I-40 and ABQ’s Ill-Fated Coronado Park

Note: With Mayor Keller announcing imminent closure of Coronado Park, here’s a repost of our June 2020 look at the Park’s history, in particular how the ~1960 placement of I-40 directly next to it changed the park and the surrounding neighborhoods. 

Carlos Moody was murdered Monday at Coronado Park by Jeremy Garcia (allegedly). Mr. Garcia is accused of purposely driving onto the Park grounds and running over Mr. Moody. He currently faces an open count of murder. That incident and a question from a colleague about the impact of highways built through communities of color has me going through historic aerial photos of Albuquerque this morning, specifically looks at changes over time of the area near Coronado Park.

Today, the Park between 2nd and 4th NW at I-40 is primarily known as a place of refuge for the unhoused, a situation evolved through myriad causes boiled down to the failure of our City, State, Nation to provide anything approaching an adequate social safety net. The area also suffers a disproportionate of walking deaths and injuries, particularly at the underpass of 2nd St. at I-40. In a town full of walking dangers, this intersection is nearly unmatched in its deadliness.

Coronado Park and environs weren’t always this way.

Today, the Wells Park Neighborhood Association illustrates its neighborhood boundary below, including Coronado Park just NW of Rio Bravo Brewing Company:

While the adjacent Near North Valley Neighborhood Association has these boundaries:

But while I-40 now serves as a boundary so severe one might call it a “Border Wall” in terms of walking and cycling access across it, there was once no such barrier. A mix of residential homes, industry, and parks such as Coronado seamlessly existed from downtown north and west to Albuquerque Indian School.

Then I-40 came.

The following three screengrabs from the City’s Historical Aerial Map Viewer layer between 1959, just prior to I-40 construction, transitionally between the 1959 photo and a 2018 view, and the same scene fully in 2018.

north wells park 1959
Coronado Park is the treed area at bottom right. I believe the oval at the top right is a track/field at Albuquerque Indian School
north wells park transition
This transitional layering shows the homes and other features replaced by I-40 and frontage roads
north wells park today
And here’s the “Border Wall” of today.

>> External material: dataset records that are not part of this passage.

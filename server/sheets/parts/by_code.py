"""Finding a bottle or lot by the code that somebody typed or scanned."""

from sqlalchemy.orm import Session

from server.lab.codes import LENGTH, nearest
from server.lab.refusal import NotFound
from server.records.queries.list_shelf import (
    BottleOnShelf,
    bottle_codes_with,
    bottle_on_shelf,
    lot_codes_with,
)
from server.records.queries.load_lots import bottle_by_code, lot_of_code
from server.records.tables.lots import Lot

_EXAMPLE = "a code of 8 characters, as on the label"
_MOST_EDITS = 2
_MOST_SHOWN = 40


def as_code(text: str) -> str:
    """Return a text as a code would be written: upper case, no spaces or hyphens."""
    return "".join(text.split()).replace("-", "").upper()


def find_bottle(session: Session, text: str) -> BottleOnShelf:
    """Return the bottle of a code, in any case.

    Raises:
        NotFound: no bottle has this code; ``shown["nearest"]`` holds codes close to it.
    """
    code = as_code(text)
    bottle = bottle_by_code(session, code) if len(code) == LENGTH else None
    if bottle is not None:
        return bottle_on_shelf(session, bottle)
    raise _not_found("bottle", text, near_bottles(session, code), "code")


def find_lot(session: Session, text: str, *, field: str = "code") -> Lot:
    """Return the lot of a code that may be one of its bottles'.

    Raises:
        NotFound: nothing has this code; ``shown["nearest"]`` holds codes close to it.
    """
    code = as_code(text)
    lot = lot_of_code(session, code) if len(code) == LENGTH else None
    if lot is not None:
        return lot
    pieces = _pieces(code)
    known = [*lot_codes_with(session, pieces), *bottle_codes_with(session, pieces)]
    raise _not_found("lot or bottle", text, nearest(code, known), field)


def near_bottles(session: Session, code: str) -> list[str]:
    """Return codes of bottles that differ from a text in at most two places."""
    return nearest(code, bottle_codes_with(session, _pieces(code)))


def _pieces(code: str) -> tuple[str, ...]:
    """Return three pieces of a code; with two wrong characters one of them is still whole.

    So the database looks for pieces, and only what it finds is compared character by character.
    What escapes is a pair of neighbours swapped across a cut with another slip in the third piece.
    """
    if abs(len(code) - LENGTH) > _MOST_EDITS:
        return ()
    first, second = (len(code) + 2) // 3, (2 * len(code) + 2) // 3
    return code[:first], code[first:second], code[second:]


def _not_found(what: str, text: str, close: list[str], field: str) -> NotFound:
    says = f"No {what} has the code “{text[:_MOST_SHOWN]}”."
    if close:
        says += f" Close to it: {', '.join(close)}."
    return NotFound(says, field=field, example=_EXAMPLE, shown={"nearest": close})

BB wrote on I-25’s similar impact to neighborhoods south and east of Downtown in this post. 

Would not having bisected a thriving neighborhood including Coronado Park solved the societal issues of homelessness, behavioral health, etc.? No, of course not. But Coronado Park and its surrounding neighborhood, a long-standing neighborhood of color in a City where several neighborhoods communities of color were similarly bisected and damaged, would be much more vibrantly thriving today.

Depending on who you talk to today, either little thought was given at the time to inequities in choosing highway placement, or a great deal of very discriminatory and racist thought was put into such placement. The overwhelming evidence is that segregation and willful neighborhood disruption were very much at the pernicious heart of such planning.

As just about always happens with things historical, today we tend to just see I-25 and I-40 as having always been here. It’s just the way it is. Hopefully, moving forward as we truly begin work toward destroying centuries of systemic racism is this country, we’ll learn from our past and take actions needed to make sure “just the way it is” never happens again.